Blockchain-Based Cross-Domain Data Auditing Scheme for E-Commerce AI
摘要
The rapid proliferation of artificial intelligence (AI) systems has led to the generation of massive amounts of valuable data, which can be leveraged to enhance analytical capabilities and support intelligent decision-making. Since the quality of such decision-making is fundamentally determined by the AI models trained on these data, it is crucial to perform periodic audits to verify and maintain data integrity. However, traditional data auditing solutions encounter significant challenges due to the reluctance of different domains to share data. To this end, we propose a Blockchain-based Cross-Domain Data Auditing (BCDDA) scheme designed for trustworthy AI systems. BCDDA employs a Chameleon Hash-based mechanism to efficiently construct audit metadata, thereby reducing the computational overhead on domain servers.

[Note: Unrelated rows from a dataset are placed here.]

from pipelines import schemas as S  # noqa: E402
from pipelines.config import PlanningConfig, ProductClassConfig, parse_config  # noqa: E402
from pipelines.calendar import shift_periods  # noqa: E402
from pipelines.stages import reconciliation as rec  # noqa: E402
from pipelines.stages import report  # noqa: E402
from pipelines.stages.cleaned_history import clean_history, cycle_calendar, find_unexplained_changes, line_accounting  # noqa: E402
from pipelines.stages.lifecycle_history import active_children, apply_lifecycle  # noqa: E402
from pipelines.stages.plan_measures import find_pins_not_kept, find_sum_violations, plan_measures, plan_totals, share_basis_tables  # noqa: E402
from pipelines.stages.raw_history import load_raw_history  # noqa: E402
from pipelines.stages.reinitialized_target import parents_with_mix_change, reinitialize_target  # noqa: E402
from pipelines.stages.share_drift import drifted_beyond, share_drift  # noqa: E402
from pipelines.stages.share_tables import compute_shares, find_new_customers_without_share  # noqa: E402
from pipelines.stages import statistical_forecast as SF  # noqa: E402
from pipelines.stages.statistical_forecast import forecast_cycle, model_label  # noqa: E402

STAGES = ("raw", "clean", "lifecycle", "shares", "target", "forecast", "reconcile", "plan", "drift", "report")
CLASSES = ("fast", "seasonal", "slow")
PREFIX = np.array(["FST-", "SEA-", "SLW-"])
CLASS_MIX = (0.5, 0.25, 0.25)
N_SITES = 16
CYCLE_DATE = np.datetime64("2026-11-30", "D")  # a Monday: the first period of the horizon
MB = 1024 * 1024


# =================================================================== generator
@dataclass
class Scenario:
    raw: pd.DataFrame | None  # None with --csv (the lines are in `folder`)
    folder: Path | None
    lines: int
    products: pd.DataFrame
    spans: pd.DataFrame
    shortages: pd.DataFrame
    adjustments: pd.DataFrame
    pins: pd.DataFrame
    facts: dict[str, Any]
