def test_05_system_page_and_artefacts_in_curators_units(page: Page, base_url: str, demo: str,
                                                       screenshots: Path) -> None:
    systems = httpx.get(f"{base_url}/api/catalogues/{demo}/systems?limit=1").json()
    system = systems["items"][0]["system"]
    page.goto(f"{base_url}/catalogues/{demo}/systems/{system}")
    masses = page.locator("#system-tree tbody tr td:nth-child(7)").all_inner_texts()
    assert any(m.endswith("M_sun") for m in masses) and not any(m.endswith(" kg") for m in masses
                                                                if "M_" in m)
    json_link = page.locator("header a.json")
    expect(json_link).to_have_attribute("href", re.compile(r"^/api/catalogues/.+/systems/"))
    assert httpx.get(base_url + (json_link.get_attribute("href") or "")).json()["system"] == \
        system
    page.screenshot(path=screenshots / "curator-05-system-units.png", full_page=True)
    page.goto(f"{base_url}/catalogues/{demo}")
    wheres = page.locator("#artefacts tbody td:nth-child(4)").all_inner_texts()
    assert wheres and all(re.search(r"[a-zA-Z_]+(/cm3)?$", w) for w in wheres)  # a unit each
    places = [tuple(c.inner_text() for c in r.locator("td").all()[2:4])
              for r in page.locator("#artefacts tbody tr").all()]
    assert len(places) == len(set(places))  # each edge once, its family twin folded in
    page.locator("#artefacts").screenshot(path=screenshots / "curator-05-artefacts-once.png")


def test_06_a_unit_slip_is_said_the_way_round_it_happened(page: Page, base_url: str, odd: str,
                                                         screenshots: Path) -> None:
    page.goto(f"{base_url}/catalogues/{odd}/findings?rule=unit-slip")
    row = page.locator("#findings-table tbody tr").first
    expect(row).to_contain_text("mass looks 317.8x too small (values in Jupiter masses read "
                                "as Earth masses?)")
    assert "0.003146x" not in row.inner_text()
    expect(row.locator("td.unit")).to_have_text("g/cm3")
    page.screenshot(path=screenshots / "curator-06-unit-slip.png", full_page=True)


# --- bodies by name, and catalogues one can manage -------------------------------------------


def test_07_search_by_id_or_name_from_any_screen(page: Page, base_url: str, demo: str,
                                                 screenshots: Path) -> None:
    bodies = httpx.get(f"{base_url}/api/catalogues/{demo}/bodies?limit=5").json()["items"]
    named = next(b for b in bodies if b["name"])
    page.goto(f"{base_url}/catalogues/{demo}/findings")
    page.fill("#search-input", named["name"].split(" ")[0].lower())
    page.press("#search-input", "Enter")
    page.wait_for_url(re.compile(r"/search\?q="))
    expect(page.locator("#search-table tbody tr").first).to_be_visible()
    assert all(n.lower().startswith(named["name"].split(" ")[0].lower()) for n in
               page.locator("#search-table tbody td:nth-child(2)").all_inner_texts())
    page.screenshot(path=screenshots / "curator-07-search-results.png", full_page=True)
    page.goto(f"{base_url}/catalogues/{demo}/diagrams?diagram=roche")
    page.fill("#search-input", named["id"])
    page.press("#search-input", "Enter")
    page.wait_for_url(re.compile(r"/bodies/"))
    expect(page.locator("#body-id")).to_have_text(named["id"])
    expect(page.locator("#body-name")).to_have_text(named["name"])
    expect(page).to_have_title(re.compile(re.escape(f"{named['name']} ({named['id']})")))


def test_08_names_beside_ids_on_screens_and_in_exports(page: Page, base_url: str, demo: str,
                                                       screenshots: Path) -> None:
    page.goto(f"{base_url}/catalogues/{demo}/findings?severity=impossible")
    expect(page.locator("#findings-table thead th").nth(NAME)).to_have_text("Name")
    assert any(page.locator(f"#findings-table tbody td:nth-child({NAME + 1})").all_inner_texts())
    href = page.locator("a", has_text="CSV").first.get_attribute("href") or ""
    exported = list(csv.DictReader(io.StringIO(httpx.get(base_url + href).text)))
    assert exported and list(exported[0])[:4] == ["body", "name", "system", "parent"]
    page.goto(f"{base_url}/catalogues/{demo}/systems")
    primary = page.locator("#systems-table tbody tr").first.locator("td").nth(2)
    expect(primary.locator(".muted")).not_to_be_empty()  # the primary's name beside its id
    page.screenshot(path=screenshots / "curator-08-systems-names.png", full_page=True)


def test_09_a_preset_maps_the_next_file_with_the_same_header(page: Page, base_url: str,
                                                             odd: str, tmp_path: Path,
                                                             screenshots: Path) -> None:
    source = odd_catalogue(tmp_path)
    renamed = source.rename(tmp_path / "tarn-export-2.csv")
    page.goto(f"{base_url}/")
    page.set_input_files("#file-input", str(renamed))
    page.wait_for_url(re.compile(r"/catalogues/[^/?]+$"), timeout=60_000)
    expect(page.locator("#by-severity")).to_be_visible(timeout=60_000)  # no mapping step
    expect(page.locator("main")).to_contain_text("mapped with the preset")
    page.screenshot(path=screenshots / "curator-09-preset-reused.png", full_page=True)
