def test_unknown_unit_override_is_an_ingest_error(tmp_path: Path) -> None:
    message = _error(tmp_path, "u.csv", "id,mass\nb1,1\n", unit_overrides={"mass": "stone"})
    assert "unknown unit 'stone'" in message


def test_no_id_column(tmp_path: Path) -> None:
    message = _error(tmp_path, "noid.csv", "key,mass\nb1,1\n")
    assert "no id column among 'key', 'mass'; use --map id=COLUMN" in message


def test_missing_file(tmp_path: Path) -> None:
    with pytest.raises(IngestError, match="no such file"):
        ingest(tmp_path / "absent.csv", tmp_path / "t.parquet")


def test_failed_ingest_keeps_the_previous_table(tmp_path: Path) -> None:
    dest = tmp_path / "t.parquet"
    ingest(_write_text(tmp_path / "good.csv", "id,mass\nb1,1\n"), dest)
    with pytest.raises(IngestError):
        ingest(_write_text(tmp_path / "bad.csv", "id,mass\nb1,1,2\n"), dest)
    assert pl.read_parquet(dest)["id"].to_list() == ["b1"]
    assert sorted(p.name for p in tmp_path.iterdir()) == ["bad.csv", "good.csv", "t.parquet"]


@pytest.mark.parametrize("fmt", ["csv", "ndjson", "parquet"])
def test_the_normalising_plan_runs_fully_on_the_streaming_engine(tmp_path: Path, fmt: str) -> None:
    # Bounded memory on huge files needs every node streaming: polars marks an in-memory
    # fallback (e.g. replace_strict in polars 2.1) with this fill colour in its physical graph.
    source = _catalogue(tmp_path, fmt, "")
    reader = {"csv": DelimitedText(), "ndjson": NdjsonText(), "parquet": ParquetFile()}[fmt]
    frame = reader.scan(source, Layout(",") if fmt == "csv" else Layout())
    schema = pl.Schema({n: t for n, t in frame.collect_schema().items()
                        if n != ingest_module._ROW})
    plan = ingest_module._normalise(frame, schema, guess_mapping(schema.names()))
    graph = plan.show_graph(engine="streaming", plan_stage="physical", raw_output=True)
    assert "multi-scan" in graph and "in-memory engine fallback" in graph  # the legend
    assert 'fillcolor="0.0 0.3 1.0"' not in graph


@pytest.mark.parametrize(("name", "content"), [
    ("noise.csv", bytes(range(256)) * 8),
    ("wide.txt", "id,mass\nb1,1\n".encode("utf-16")),
    ("array.json", b'[{"id": "b1", "mass": 1}]'),
])
def test_binary_utf16_and_json_arrays_are_refused_in_one_line(
        tmp_path: Path, name: str, content: bytes) -> None:
    assert "binary data, UTF-16 text or a JSON array" in _error(tmp_path, name, content)


def test_a_long_header_is_listed_shortly_in_errors(tmp_path: Path) -> None:
    header = ",".join(f"col{i}" for i in range(30)) + ",x" + "y" * 200
    message = _error(tmp_path, "wide.csv", header + "\n" + ",".join("1" * 31) + "\n")
    assert "'col19' and 11 more; use --map id=COLUMN" in message and "yyyy" not in message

Furthermore, it adopts a parallel data auditing architecture, in which audit tags are recorded on the main blockchain, while AI data are redundantly stored across multiple domain servers to ensure recoverability even if a shard is compromised. In addition, BCDDA supports dynamic operations on AI data, such as insertion, deletion, and modification, without regenerating audit tags, thereby enhancing system flexibility. Experimental evaluations conducted with four shard consensus nodes demonstrate that the proposed BCDDA scheme achieves high efficiency in audit tag generation and shard consensus processes. The results confirm that BCDDA provides a secure, reliable, and scalable solution for cross-domain AI data auditing in decentralized environments.